Visual identity, video production & graphics: Ines Kedjem

  • Prof. Suzette Delaloge

Dr. Suzette Delaloge’s presentation aims to translate advances in genetics into large-scale personalized cancer prevention strategies.
In response to rising cancer-related costs and treatment-focused models, she advocates a shift toward targeted prevention and early detection.
High-impact variants such as BRCA1/2, PALB2, and TP53 provide a strong scientific foundation, supported by established clinical guidelines.

Prophylactic surgery has demonstrated significant reductions in cancer incidence and mortality.
Polygenic risk scores enable more refined risk stratification in the general population.
Prospective trials such as WISDOM and MyPeBS are evaluating risk-stratified screening approaches across Europe.
Genetics must be combined with exposome analysis, biomarkers, imaging, and artificial intelligence.
Personalized prevention requires structured digital tools and coordinated hospital–community care pathways.
Key challenges include professional acceptance, health equity, training, and ethical considerations.
This vision supports a paradigm shift toward predictive, preventive, and personalized oncology at the public health level.

Preventive medicine and genetics: the example of nephrogenomics, from research to clinical practice

Visual identity, video production & graphics: Ines Kedjem

  • Prof. Laurent Mesnard

Professor Laurent Mesnard’s presentation highlights the integration of genomics into preventive medicine for kidney diseases.
Nephrogenomics enhances the understanding of disease origins, improves diagnosis, and enables personalized treatment strategies.
Chronic kidney disease affects around three million people in France, including 80,000 with end-stage renal failure.
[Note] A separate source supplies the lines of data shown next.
import { useMutation, useQuery, useQueryClient } from "@tanstack/react-query";
import { api, apiUrl } from "@/lib/api-client";
import type { BoardReportSent, BoardReportSettings } from "@/lib/contracts";
import { boardReportKeys } from "@/lib/query-keys";

/** The address of the month's PDF (a plain download link). */
export const boardReportUrl = (month: string) => apiUrl("/board-report", { month });

export const getBoardReportSettings = (signal?: AbortSignal) =>
  api.get<BoardReportSettings>("/board-report/settings", { signal });

export function useBoardReportSettings(enabled: boolean) {
  return useQuery({ queryKey: boardReportKeys.settings(), queryFn: ({ signal }) => getBoardReportSettings(signal), enabled });
}

export function useSaveBoardReportRecipients() {
  const queryClient = useQueryClient();
  return useMutation({
    mutationFn: (recipients: string[]) => api.put<BoardReportSettings>("/board-report/settings", { recipients }),
    onSuccess: (data) => queryClient.setQueryData(boardReportKeys.settings(), data),
  });
}

export function useSendBoardReport() {
  const queryClient = useQueryClient();
  return useMutation({
    mutationFn: (month: string) => api.post<BoardReportSent>("/board-report/send", { month }),
    onSuccess: () => queryClient.invalidateQueries({ queryKey: boardReportKeys.settings() }),
  });
}
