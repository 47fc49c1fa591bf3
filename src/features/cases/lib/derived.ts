// Dew point and surface humidity for each reading, computed in the browser with the same engine
// the server uses. Cheap enough for 50 000 readings (a dew-point solve is a few microseconds).
import { dewPointC, surfaceRelativeHumidityPct, vapourPressurePa } from "@/lib/domain";
import type { CaseReading } from "../api/types";

export interface Derived {
  dewPointC: number | null;
  /** Raw ratio: above 100 means the surface is below the dew point. */
  surfaceRhPct: number | null;
}

export function derive(r: Pick<CaseReading, "airTemperatureC" | "relativeHumidityPct" | "surfaceTemperatureC">): Derived {
  try {
    const dp = dewPointC(r.airTemperatureC, r.relativeHumidityPct);
    const surface =
      r.surfaceTemperatureC === null || r.surfaceTemperatureC === undefined
        ? null
        : surfaceRelativeHumidityPct(vapourPressurePa(r.airTemperatureC, r.relativeHumidityPct), r.surfaceTemperatureC);
    return { dewPointC: dp, surfaceRhPct: surface };
  } catch {
    // A value outside the engine's domain: show the reading without the derived numbers.
    return { dewPointC: null, surfaceRhPct: null };
  }
}

export interface ChartSeries {
  /** Unix seconds, ascending. */
  t: Float64Array;
  air: (number | null)[];
  rh: (number | null)[];
  dewPoint: (number | null)[];
  /** Capped at 100 %: a surface below the dew point is wet, not "more than saturated". */
  surfaceRh: (number | null)[];
  hasSurface: boolean;
}

/** A pause longer than this many usual intervals between readings is drawn as a gap, not a line. */
export const GAP_FACTOR = 3;

/** The median time between consecutive readings, in seconds (0 with fewer than two). */
export function usualInterval(times: ArrayLike<number>): number {
  const steps: number[] = [];
  for (let i = 1; i < times.length; i++) {
    const step = times[i]! - times[i - 1]!;
    if (step > 0) steps.push(step);
  }
  if (steps.length === 0) return 0;
  steps.sort((a, b) => a - b);
  return steps[Math.floor(steps.length / 2)]!;
}

/**
 * The readings as aligned columns for the chart, oldest first. Where the readings pause for more
 * than GAP_FACTOR usual intervals, a point with no values is put in the pause, so the lines stop
 * there (uPlot leaves a gap at a null) rather than drawing across hours with no readings.
 */
export function chartSeries(readings: readonly CaseReading[]): ChartSeries {
  const sorted = isSorted(readings) ? readings : [...readings].sort((a, b) => Date.parse(a.takenAt) - Date.parse(b.takenAt));
  const times = sorted.map((r) => Date.parse(r.takenAt) / 1000);
  const usual = usualInterval(times);
  const gaps = usual > 0 ? times.filter((t, i) => i > 0 && t - times[i - 1]! > GAP_FACTOR * usual).length : 0;
  const n = sorted.length + gaps;
  const out: ChartSeries = {
    t: new Float64Array(n),
    air: new Array(n),
    rh: new Array(n),
    dewPoint: new Array(n),
    surfaceRh: new Array(n),
    hasSurface: false,
  };
  let j = 0;
  for (let i = 0; i < sorted.length; i++) {
    const r = sorted[i]!;
    if (usual > 0 && i > 0 && times[i]! - times[i - 1]! > GAP_FACTOR * usual) {
      out.t[j] = (times[i - 1]! + times[i]!) / 2;
      out.air[j] = out.rh[j] = out.dewPoint[j] = out.surfaceRh[j] = null;
      j++;
    }
    const d = derive(r);
    out.t[j] = times[i]!;
    out.air[j] = r.airTemperatureC;
    out.rh[j] = r.relativeHumidityPct;
    out.dewPoint[j] = d.dewPointC;
    out.surfaceRh[j] = d.surfaceRhPct === null ? null : Math.min(100, d.surfaceRhPct);
    if (d.surfaceRhPct !== null) out.hasSurface = true;
    j++;
  }
  return out;
}

function isSorted(readings: readonly CaseReading[]): boolean {
  for (let i = 1; i < readings.length; i++) if (readings[i]!.takenAt < readings[i - 1]!.takenAt) return false;
  return true;
}
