/// Calls the library parser for `row` directly (inside `catch_unwind`).
fn library_verdict(row: &Row) -> LibVerdict {
    let Some(src) = corpus_text(&row.file) else {
        return None; // invalid UTF-8 never reaches a parser: the binary refuses it first
    };
    let json = row.file.ends_with(".json");
    match row.command.as_str() {
        "check" => {
            let r = no_panic(&row.file, || {
                if json {
                    stillpoint::table::parse_json(&src)
                } else {
                    stillpoint::table::parse_text(&src)
                }
            });
            Some(match r {
                Ok(t) => Err(format!("accepted: {} states", t.num_states())),
                Err(e) => Ok((e.line(), e.column(), e.message().to_string())),
            })
        }
        _ => None,
    }
}

/// The library parsers refuse every corpus file of their kind with a typed, located error
/// (and never panic), at the manifest's location.
#[test]
fn bad_corpus_through_the_library() {
    let rows = manifest();
    let mut failures = Vec::new();
    let mut checked = 0;
    for row in &rows {
        let Some(verdict) = library_verdict(row) else {
            continue;
        };
        checked += 1;
        match verdict {
            Err(e) => failures.push(format!("{}: {e}", row.file)),
            Ok((line, col, msg)) => {
                if (line, col) != (row.line, row.col) {
                    failures.push(format!(
                        "{}: located at {line}:{col}, expected {}:{} ({msg})",
                        row.file, row.line, row.col
                    ));
                } else if !msg.to_lowercase().contains(&row.substring.to_lowercase()) {
                    failures.push(format!(
                        "{}: message `{msg}` lacks `{}`",
                        row.file, row.substring
                    ));
                }
            }
        }
    }
    eprintln!(
        "bad corpus: {checked} of {} rows checked through the library",
        rows.len()
    );
    assert!(
        failures.is_empty(),
        "{} library failures:\n{}",
        failures.len(),
        failures.join("\n")
    );
}

// ---------------------------------------------------------------------------------------
// Determinism: byte-identical JSON across runs and across RAYON_NUM_THREADS=1 and 2.
// ---------------------------------------------------------------------------------------

/// Corpus tables (written by the table stage) that every determinism run uses.
const DETERMINISM_TABLES: &[&str] = &[
    "tests/data/toggle.flow",
    "tests/data/handshake.flow",
    "tests/data/redundant_rows.flow",
    "tests/data/lift_door.flow",
    "tests/data/valve_sequencer.json",
];

/// JSON keys whose values are wall-clock measurements: the one part of a report that may
/// differ between runs. Their values are blanked before comparing; everything else must be
/// byte-identical.
const TIMING_KEYS: &[&str] = &[
    "seconds",
    "milliseconds",
    "elapsed",
    "time_ms",
    "wall_seconds",
];

/// The stdout of a run with the values of [`TIMING_KEYS`] blanked (line by line, so the
/// comparison still sees every other byte, including key order and layout).
fn without_timings(stdout: &[u8]) -> String {
    let text = String::from_utf8_lossy(stdout);
    let mut out = String::with_capacity(text.len());
    for line in text.lines() {
        let t = line.trim_start();
        let timing = TIMING_KEYS
            .iter()
            .any(|k| t.starts_with(&format!("\"{k}\": ")));
        if timing {
            let (key, _) = line.split_once(": ").unwrap_or((line, ""));
            let comma = if line.trim_end().ends_with(',') {
                ","
            } else {
                ""
            };
            out.push_str(&format!("{key}: <time>{comma}"));
        } else {
            out.push_str(line);
        }
        out.push('\n');
    }
    out
}

/// Runs `args` three times (1 thread, 2 threads, 2 threads again) and asserts the same
/// stdout bytes and exit status each time. Returns `false` if the command is a stub.
fn assert_deterministic(args: &[&str]) -> bool {
    let mut first: Option<Outcome> = None;
    for threads in ["1", "2", "2"] {
        let out = run_env(args, &[("RAYON_NUM_THREADS", threads)], b"", TIMEOUT);
        if out.not_implemented() {
            return false;
        }
        assert!(!out.timed_out, "{args:?}: timed out");
        assert!(
            matches!(out.code, Some(0 | 1)),
            "{args:?}: exit {:?}: {}",
            out.code,
            out.stderr
        );
        match &first {
            None => first = Some(out),
            Some(f) => {
                assert_eq!(
                    f.code, out.code,
                    "{args:?}: exit status differs with {threads} threads"
                );
                assert!(
                    without_timings(&f.stdout) == without_timings(&out.stdout),
                    "{args:?}: stdout differs with RAYON_NUM_THREADS={threads}:\n{}\n---\n{}",
                    f.stdout_text(),
                    out.stdout_text()
                );
            }
        }
    }
    true
}

#[test]
fn same_bytes_whatever_the_thread_count() {
    let mut skipped = Vec::new();
    let mut ran = 0;
    for table in DETERMINISM_TABLES {
        let cmds: Vec<Vec<&str>> = vec![
            vec!["check", table, "--json"],
            vec!["reduce", table, "--json"],
            vec!["assign", table, "--json"],
            vec!["assign", table, "--json", "--method", "tracey-fast"],
            vec!["synth", table, "--json"],
        ];
        for args in cmds {
            if assert_deterministic(&args) {
                ran += 1;
            } else {
                skipped.push(args.join(" "));
            }
        }
    }
    eprintln!("determinism: {ran} commands compared; skipped (not implemented): {skipped:?}");
    assert!(ran > 0);
}
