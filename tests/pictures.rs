//! Pictures (issue 8): every SVG parses as XML and renders with a real SVG renderer to a
//! pixmap of the declared size with ink on it; independent checkers read the maps and the
//! cube back from the SVG; golden files guard the layout; DOT parses back.
//!
//! Outside references: XML well-formedness is judged by the `roxmltree` crate, rendering
//! by the `resvg` crate, and DOT (when installed) by Graphviz's `dot` program. Gray code
//! adjacency of map cells and the edge count `k·2^(k-1)` of the `k`-cube are facts of the
//! trade (common practice, no source).
//!
//! Set `STILLPOINT_BLESS=1` to rewrite the golden files; set `STILLPOINT_PICTURES_PNG=DIR`
//! to also save every rendered picture as a PNG in DIR for a look.

use resvg::{tiny_skia, usvg};
use std::collections::BTreeMap;
use std::path::{Path, PathBuf};
use std::sync::{Arc, OnceLock};
use stillpoint::pictures::{
    code_cube_svg, flow_graph_dot, flow_graph_svg, kmap_svg, write_all, CodeCube, CubeArrow,
    FlowGraph, KMap, PictureError,
};

// ---------------------------------------------------------------- fixtures (our own)

fn s(x: &str) -> String {
    x.to_string()
}

fn arrow(col: &str, from: &str, to: &str, order: Option<&[&str]>) -> CubeArrow {
    CubeArrow {
        column: s(col),
        from: s(from),
        to: s(to),
        critical_order: order.map(|o| o.iter().map(|c| s(c)).collect()),
    }
}

/// A 4-state ring on a square: each column moves one state on by one bit.
fn ring_cube() -> CodeCube {
    CodeCube {
        vars: vec![s("y1"), s("y2")],
        states: vec![
            (s("A"), s("00")),
            (s("B"), s("01")),
            (s("C"), s("11")),
            (s("D"), s("10")),
        ],
        transitions: vec![
            arrow("01", "A", "B", None),
            arrow("11", "B", "C", None),
            arrow("10", "C", "D", None),
            arrow("00", "D", "A", None),
            arrow("00", "B", "A", None),
        ],
    }
}

fn ring_graph() -> FlowGraph {
    FlowGraph {
        name: s("ring4"),
        states: vec![s("A"), s("B"), s("C"), s("D")],
        reset: Some(s("A")),
        edges: vec![
            (s("A"), s("B"), s("01")),
            (s("B"), s("C"), s("11")),
            (s("C"), s("D"), s("10")),
            (s("D"), s("A"), s("00")),
            (s("B"), s("A"), s("00")),
            (s("D"), s("A"), s("01")),
        ],
        stable: vec![
            (s("A"), s("00")),
            (s("B"), s("01")),
            (s("C"), s("11")),
            (s("D"), s("10")),
            (s("C"), s("01")),
        ],
    }
}

/// A 5-state controller on the 3-cube with a multi-bit transition and a critical race:
/// in column 11, Arm (001) heads for Hold (110) but changing y2 first reaches Fire (011),
/// which is stable there.
fn controller_cube() -> CodeCube {
    CodeCube {
        vars: vec![s("y1"), s("y2"), s("y3")],
        states: vec![
            (s("Idle"), s("000")),
            (s("Arm"), s("001")),
            (s("Fire"), s("011")),
            (s("Hold"), s("110")),
            (s("Done"), s("100")),
        ],
        transitions: vec![
            arrow("01", "Idle", "Arm", None),
            arrow("10", "Idle", "Fire", None),
            arrow("11", "Arm", "Hold", Some(&["001", "011"])),
            arrow("11", "Fire", "Hold", None),
            arrow("00", "Hold", "Done", None),
            arrow("00", "Done", "Idle", None),
            arrow("01", "Done", "Idle", None),
        ],
    }
}

fn controller_graph() -> FlowGraph {
    FlowGraph {
        name: s("controller <5> & co"),
        states: vec![s("Idle"), s("Arm"), s("Fire"), s("Hold"), s("Done")],
        reset: Some(s("Idle")),
        edges: vec![
            (s("Idle"), s("Arm"), s("01")),
            (s("Idle"), s("Fire"), s("10")),
            (s("Arm"), s("Hold"), s("11")),
            (s("Fire"), s("Hold"), s("11")),
            (s("Hold"), s("Done"), s("00")),
            (s("Done"), s("Idle"), s("00")),
            (s("Done"), s("Idle"), s("01")),
            (s("Arm"), s("Idle"), s("00")),
        ],
        stable: vec![
            (s("Idle"), s("00")),
            (s("Arm"), s("01")),
            (s("Fire"), s("10")),
            (s("Hold"), s("11")),
            (s("Hold"), s("10")),
            (s("Done"), s("10")),
        ],
    }
}

/// Ten states with longer names, each moving on by one or two places.
fn wide_graph() -> FlowGraph {
    let names: Vec<String> = (0..10).map(|i| format!("phase_{i}")).collect();
    let mut edges = Vec::new();
    let mut stable = Vec::new();
    for i in 0..10 {
        edges.push((names[i].clone(), names[(i + 1) % 10].clone(), s("01")));
        if i % 3 == 0 {
            edges.push((names[i].clone(), names[(i + 2) % 10].clone(), s("11")));
        }
        stable.push((names[i].clone(), s(if i % 2 == 0 { "00" } else { "10" })));
    }
    FlowGraph {
        name: s("ten phases"),
        states: names.clone(),
        reset: Some(names[3].clone()),
        edges,
        stable,
    }
}

fn vars(names: &[&str]) -> Vec<String> {
    names.iter().map(|v| s(v)).collect()
}

/// Does minterm `m` (vars[0] most significant, `n` variables) lie in `cube`?
fn in_cube(cube: &str, m: usize, nv: usize) -> bool {
    cube.chars().enumerate().all(|(i, c)| {
        let bit = (m >> (nv - 1 - i)) & 1;
        match c {
            '1' => bit == 1,
            '0' => bit == 0,
            _ => true,
        }
    })
}
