#[cfg(test)]
mod tests {
    use super::*;

    // The example of the formats contract §1 (our own table).
    const LATCH: &str = "# A latch for a sensor pulse\ntable   hit_latch\ninputs  hit clr\noutputs seen\nreset   wait\n\n        00        01        11      10\nwait    (wait)/0  (wait)/0  -       held/-\nheld    (held)/1  wait/-    -       (held)/1\n";

    fn e(src: &str) -> (usize, usize, String) {
        let x = parse_text(src).unwrap_err();
        (x.line(), x.column(), x.message().to_string())
    }

    #[test]
    fn parses_the_contract_example() {
        let t = parse_text(LATCH).unwrap();
        assert_eq!(t.name(), Some("hit_latch"));
        assert_eq!(t.num_states(), 2);
        assert_eq!(t.num_columns(), 4);
        let wait = t.state_by_name("wait").unwrap();
        let held = t.state_by_name("held").unwrap();
        let c10 = t.column_by_value(0b10).unwrap();
        assert_eq!(t.column_label(c10), "10");
        assert_eq!(t.next(wait, c10), Some(held));
        assert_eq!(t.outputs(wait, c10), &[OutBit::Free]);
        assert!(t.is_stable(held, c10));
        assert_eq!(t.reset(), Some(wait));
        let again = parse_text(&t.to_text()).unwrap();
        assert_eq!(again, t);
    }

    #[test]
    fn located_errors() {
        let head = "inputs a b\noutputs z\n   00 01\n";
        assert_eq!(e(&format!("{head}p (p)/0\n")).0, 4);
        let (l, c, m) = e(&format!("{head}p (p)/0 q/1\n"));
        assert_eq!((l, c), (4, 9));
        assert!(m.contains("unknown state `q`"), "{m}");
        let (l, c, m) = e(&format!("{head}p (p)/0 (p)/1 -\n"));
        assert_eq!((l, c), (4, 15), "{m}");
        let (l, c, m) = e(&format!("{head}p (p)/01 -\n"));
        assert_eq!((l, c), (4, 7), "{m}");
        assert!(m.contains("expected 1"));
        let (l, c, m) = e(&format!("{head}p (p)/x -\n"));
        assert_eq!((l, c), (4, 7), "{m}");
        let (l, c, m) = e(&format!("{head}p (p) -\nq - -\nr (q) -\n"));
        assert_eq!((l, c), (6, 3), "{m}");
        assert!(m.contains("parentheses"));
        let (l, c, m) = e("inputs a b\n 00 0\np - -\n");
        assert_eq!((l, c), (2, 5), "{m}");
        let (l, c, m) = e("inputs a b\n 00 2x\np - -\n");
        assert_eq!((l, c), (2, 5), "{m}");
        let (l, c, m) = e("inputs a b\n 00 00\np - -\n");
        assert_eq!((l, c), (2, 5), "{m}");
        assert!(m.contains("duplicate column"));
        let (l, c, m) = e("inputs a b\n 00\np -\np -\n");
        assert_eq!((l, c), (4, 1), "{m}");
        let (l, c, m) = e("inputs a a\n 00\np -\n");
        assert_eq!((l, c), (1, 10), "{m}");
        let (l, _, m) = e("inputs a\n 0\n");
        assert_eq!(l, 3, "{m}"); // just past the end of the file
        let (l, c, m) = e("outputs z\n 0\np -\n");
        assert_eq!((l, c), (2, 2), "{m}");
        let (_, _, m) = e("inputs a\nreset x\n 0\np -\n");
        assert!(m.contains("unknown state `x` named by `reset`"), "{m}");
        let many: String = (0..17).map(|i| format!(" i{i}")).collect();
        let (l, c, m) = e(&format!("inputs{many}\n"));
        assert_eq!(l, 1);
        assert!(m.contains("at most 16"), "{m} {c}");
    }

    #[test]
    fn junk_never_panics() {
        for src in [
            "",
            "\0\0\u{1}",
            "inputs",
            "inputs a\n(",
            "inputs a\n0\n()",
            "inputs a\n0\np (",
            "inputs a\n0\np /",
            "inputs a\n0\np -/",
            "inputs a\n0\np (p)/",
            "inputs a\n0\np ()/0",
        ] {
            let _ = parse_text(src);
        }
    }

    #[test]
    fn no_outputs_and_empty_columns() {
        let t = parse_text("inputs a b\n  00 01 11\np (p) q -\nq p (q) -\n").unwrap();
        assert_eq!(t.num_outputs(), 0);
        assert_eq!(parse_text(&t.to_text()).unwrap(), t);
        assert_eq!(crate::parse_json(&t.to_json()).unwrap(), t);
        let u = parse_text("inputs a b\n  00 01\np (p) q\nq p (q)\n").unwrap();
        assert_ne!(t, u);
        assert!(t.same_behaviour(&u));
    }
}
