//! Integration tests.

// Pictures: code cube, maps, flow graph (issue 8).
mod pictures;

// Malformed input, limits, determinism, budgets, fuzz regressions (issue 7).
mod robustness;

// Property tests: >= 1000 random tables and functions per property through every checker (issue 7).
mod properties;

// The whole pipeline: corpus and random tables, Icarus test benches, negative tests (issue 5).
mod synth;

// Quality of results against tests/qor/baseline.json (issue 6).
mod qor;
A significant proportion of these conditions have a genetic basis or remain without an identified cause.
Genomic analysis could improve up to 30% of diagnoses, particularly in unexplained nephropathies.
Sequencing technologies, including whole exome and whole genome sequencing, provide a 20–25% diagnostic yield in rare kidney diseases.
Genetic diagnosis supports tailored treatments, optimized transplantation decisions, and family screening.
Early integration into care pathways improves clinical outcomes and reduces diagnostic costs.
Nephrogenomics paves the way for predictive medicine, helping slow progression toward dialysis.
Its future development relies on data sharing and the integration of polygenic risk scores and targeted therapies.